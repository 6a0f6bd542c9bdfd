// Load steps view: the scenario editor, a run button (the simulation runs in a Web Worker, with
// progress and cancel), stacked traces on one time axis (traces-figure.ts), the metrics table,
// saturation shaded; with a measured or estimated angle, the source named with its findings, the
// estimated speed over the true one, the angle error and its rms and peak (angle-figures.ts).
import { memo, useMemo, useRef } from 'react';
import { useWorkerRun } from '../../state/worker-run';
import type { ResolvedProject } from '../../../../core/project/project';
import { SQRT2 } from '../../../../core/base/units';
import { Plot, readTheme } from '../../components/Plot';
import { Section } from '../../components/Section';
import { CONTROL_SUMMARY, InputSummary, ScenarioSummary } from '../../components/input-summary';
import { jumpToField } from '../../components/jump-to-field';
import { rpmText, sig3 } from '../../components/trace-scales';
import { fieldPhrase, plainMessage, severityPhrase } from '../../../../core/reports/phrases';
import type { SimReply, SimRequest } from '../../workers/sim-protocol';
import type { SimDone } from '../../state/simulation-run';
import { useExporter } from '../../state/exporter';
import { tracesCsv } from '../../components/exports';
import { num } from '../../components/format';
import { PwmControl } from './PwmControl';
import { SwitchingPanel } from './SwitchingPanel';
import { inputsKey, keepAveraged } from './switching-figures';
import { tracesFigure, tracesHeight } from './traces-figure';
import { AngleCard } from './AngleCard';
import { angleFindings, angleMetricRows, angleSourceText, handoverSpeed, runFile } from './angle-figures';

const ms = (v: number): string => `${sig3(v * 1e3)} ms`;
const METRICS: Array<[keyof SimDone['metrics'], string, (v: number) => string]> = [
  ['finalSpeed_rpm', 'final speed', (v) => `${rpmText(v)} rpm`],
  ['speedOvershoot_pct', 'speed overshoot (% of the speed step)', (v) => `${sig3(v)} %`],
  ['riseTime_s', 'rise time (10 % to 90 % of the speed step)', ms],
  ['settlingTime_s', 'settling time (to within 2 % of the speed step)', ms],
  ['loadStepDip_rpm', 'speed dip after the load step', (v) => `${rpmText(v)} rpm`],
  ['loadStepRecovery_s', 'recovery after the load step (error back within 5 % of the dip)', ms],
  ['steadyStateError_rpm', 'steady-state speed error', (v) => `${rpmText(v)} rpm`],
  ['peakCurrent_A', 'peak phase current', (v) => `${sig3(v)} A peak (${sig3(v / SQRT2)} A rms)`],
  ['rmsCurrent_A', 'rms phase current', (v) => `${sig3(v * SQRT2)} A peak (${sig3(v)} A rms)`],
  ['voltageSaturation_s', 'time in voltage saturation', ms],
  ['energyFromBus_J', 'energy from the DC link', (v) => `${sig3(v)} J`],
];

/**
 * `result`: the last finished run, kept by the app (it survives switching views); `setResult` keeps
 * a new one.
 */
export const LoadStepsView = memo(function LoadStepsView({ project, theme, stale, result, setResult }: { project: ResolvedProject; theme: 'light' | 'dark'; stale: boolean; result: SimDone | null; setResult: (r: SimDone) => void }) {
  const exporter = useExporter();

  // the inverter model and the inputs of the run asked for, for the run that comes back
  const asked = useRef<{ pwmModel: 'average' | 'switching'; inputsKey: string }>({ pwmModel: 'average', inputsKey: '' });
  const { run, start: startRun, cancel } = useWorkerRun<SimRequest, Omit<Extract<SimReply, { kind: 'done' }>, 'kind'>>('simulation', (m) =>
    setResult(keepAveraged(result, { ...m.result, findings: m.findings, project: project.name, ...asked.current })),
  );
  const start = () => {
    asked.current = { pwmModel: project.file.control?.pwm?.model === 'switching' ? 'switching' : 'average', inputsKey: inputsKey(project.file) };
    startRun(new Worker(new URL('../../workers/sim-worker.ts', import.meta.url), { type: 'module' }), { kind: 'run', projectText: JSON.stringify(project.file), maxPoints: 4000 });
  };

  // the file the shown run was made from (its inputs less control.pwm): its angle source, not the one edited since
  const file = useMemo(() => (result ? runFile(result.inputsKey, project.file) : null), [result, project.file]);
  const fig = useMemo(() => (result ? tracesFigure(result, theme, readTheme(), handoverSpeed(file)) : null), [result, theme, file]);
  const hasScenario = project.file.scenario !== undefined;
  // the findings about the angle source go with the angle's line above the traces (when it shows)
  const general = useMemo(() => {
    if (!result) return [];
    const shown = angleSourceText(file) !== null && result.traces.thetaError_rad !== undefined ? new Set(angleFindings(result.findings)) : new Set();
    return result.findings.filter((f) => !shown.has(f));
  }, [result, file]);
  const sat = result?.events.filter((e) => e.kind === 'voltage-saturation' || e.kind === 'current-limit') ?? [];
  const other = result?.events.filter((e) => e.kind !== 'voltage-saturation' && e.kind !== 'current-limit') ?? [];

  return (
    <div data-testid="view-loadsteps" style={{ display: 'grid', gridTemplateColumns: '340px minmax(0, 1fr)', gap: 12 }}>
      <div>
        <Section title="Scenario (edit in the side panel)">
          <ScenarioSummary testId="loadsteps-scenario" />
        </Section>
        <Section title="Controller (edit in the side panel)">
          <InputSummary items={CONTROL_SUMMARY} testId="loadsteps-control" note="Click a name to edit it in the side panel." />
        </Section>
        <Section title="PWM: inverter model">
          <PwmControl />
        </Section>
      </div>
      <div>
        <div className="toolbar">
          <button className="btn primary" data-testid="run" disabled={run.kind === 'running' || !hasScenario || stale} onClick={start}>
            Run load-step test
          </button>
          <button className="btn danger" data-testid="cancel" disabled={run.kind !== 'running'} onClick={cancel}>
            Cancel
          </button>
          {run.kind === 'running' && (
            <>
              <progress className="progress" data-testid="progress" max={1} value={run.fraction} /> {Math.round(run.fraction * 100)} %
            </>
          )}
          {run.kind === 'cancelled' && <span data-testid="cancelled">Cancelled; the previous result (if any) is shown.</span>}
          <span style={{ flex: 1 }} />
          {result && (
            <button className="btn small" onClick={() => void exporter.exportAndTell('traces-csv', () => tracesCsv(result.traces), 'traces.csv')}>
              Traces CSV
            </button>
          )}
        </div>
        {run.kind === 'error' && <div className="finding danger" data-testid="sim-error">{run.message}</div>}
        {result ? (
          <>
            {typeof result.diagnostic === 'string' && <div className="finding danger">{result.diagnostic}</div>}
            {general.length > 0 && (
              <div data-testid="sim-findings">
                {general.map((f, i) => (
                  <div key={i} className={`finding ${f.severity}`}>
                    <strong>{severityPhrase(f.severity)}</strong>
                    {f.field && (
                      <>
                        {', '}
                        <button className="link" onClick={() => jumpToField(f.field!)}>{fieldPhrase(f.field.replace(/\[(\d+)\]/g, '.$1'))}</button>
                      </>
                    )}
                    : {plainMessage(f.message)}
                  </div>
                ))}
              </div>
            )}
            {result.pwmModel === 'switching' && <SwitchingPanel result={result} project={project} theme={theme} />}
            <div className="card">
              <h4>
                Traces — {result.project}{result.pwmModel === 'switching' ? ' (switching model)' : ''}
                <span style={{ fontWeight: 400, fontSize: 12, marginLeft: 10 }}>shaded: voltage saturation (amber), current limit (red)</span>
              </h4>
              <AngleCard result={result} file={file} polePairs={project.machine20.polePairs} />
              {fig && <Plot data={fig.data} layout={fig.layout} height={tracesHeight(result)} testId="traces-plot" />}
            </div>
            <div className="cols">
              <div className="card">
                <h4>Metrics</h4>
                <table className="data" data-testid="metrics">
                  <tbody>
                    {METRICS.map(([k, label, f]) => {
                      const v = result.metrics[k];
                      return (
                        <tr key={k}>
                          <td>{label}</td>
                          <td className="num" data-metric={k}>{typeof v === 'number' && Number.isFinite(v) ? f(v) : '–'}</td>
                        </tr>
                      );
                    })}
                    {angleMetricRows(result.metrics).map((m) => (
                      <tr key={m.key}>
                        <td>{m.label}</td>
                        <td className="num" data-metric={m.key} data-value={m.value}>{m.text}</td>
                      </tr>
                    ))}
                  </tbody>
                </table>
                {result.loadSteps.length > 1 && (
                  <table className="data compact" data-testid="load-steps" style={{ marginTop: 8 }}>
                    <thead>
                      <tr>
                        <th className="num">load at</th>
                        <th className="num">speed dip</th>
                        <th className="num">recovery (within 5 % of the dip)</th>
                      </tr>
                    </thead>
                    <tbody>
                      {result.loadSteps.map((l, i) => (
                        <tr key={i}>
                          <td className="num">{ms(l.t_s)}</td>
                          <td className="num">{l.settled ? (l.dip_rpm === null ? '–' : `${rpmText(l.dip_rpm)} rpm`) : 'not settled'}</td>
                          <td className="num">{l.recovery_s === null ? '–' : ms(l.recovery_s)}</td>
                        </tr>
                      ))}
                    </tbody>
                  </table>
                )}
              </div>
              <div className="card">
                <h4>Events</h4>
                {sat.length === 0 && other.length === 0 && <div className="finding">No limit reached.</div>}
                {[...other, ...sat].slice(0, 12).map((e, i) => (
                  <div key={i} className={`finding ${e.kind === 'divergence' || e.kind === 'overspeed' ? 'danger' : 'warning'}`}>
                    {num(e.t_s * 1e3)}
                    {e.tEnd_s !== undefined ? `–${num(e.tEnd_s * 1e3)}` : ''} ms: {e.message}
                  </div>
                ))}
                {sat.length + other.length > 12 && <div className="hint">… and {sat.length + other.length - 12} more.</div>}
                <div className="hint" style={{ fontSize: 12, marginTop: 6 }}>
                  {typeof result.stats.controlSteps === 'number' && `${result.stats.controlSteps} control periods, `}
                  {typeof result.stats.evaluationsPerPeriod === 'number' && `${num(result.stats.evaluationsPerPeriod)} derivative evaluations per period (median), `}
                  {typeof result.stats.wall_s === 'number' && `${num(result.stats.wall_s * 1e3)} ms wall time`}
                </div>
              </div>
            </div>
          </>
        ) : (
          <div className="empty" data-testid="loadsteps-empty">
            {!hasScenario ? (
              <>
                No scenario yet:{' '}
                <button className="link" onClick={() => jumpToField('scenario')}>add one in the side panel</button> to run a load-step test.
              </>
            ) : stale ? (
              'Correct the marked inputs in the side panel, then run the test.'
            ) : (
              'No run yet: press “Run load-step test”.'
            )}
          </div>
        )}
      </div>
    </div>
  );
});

WHAT NEEDS TO BE DONE
Begin at the line above that has "that comes back" and stop after the line that has "const start = ()", copying each line exactly and adding nothing else.

TASK RESPONSE
  // the inverter model and the inputs of the run asked for, for the run that comes back
  const asked = useRef<{ pwmModel: 'average' | 'switching'; inputsKey: string }>({ pwmModel: 'average', inputsKey: '' });
  const { run, start: startRun, cancel } = useWorkerRun<SimRequest, Omit<Extract<SimReply, { kind: 'done' }>, 'kind'>>('simulation', (m) =>
    setResult(keepAveraged(result, { ...m.result, findings: m.findings, project: project.name, ...asked.current })),
  );
  const start = () => {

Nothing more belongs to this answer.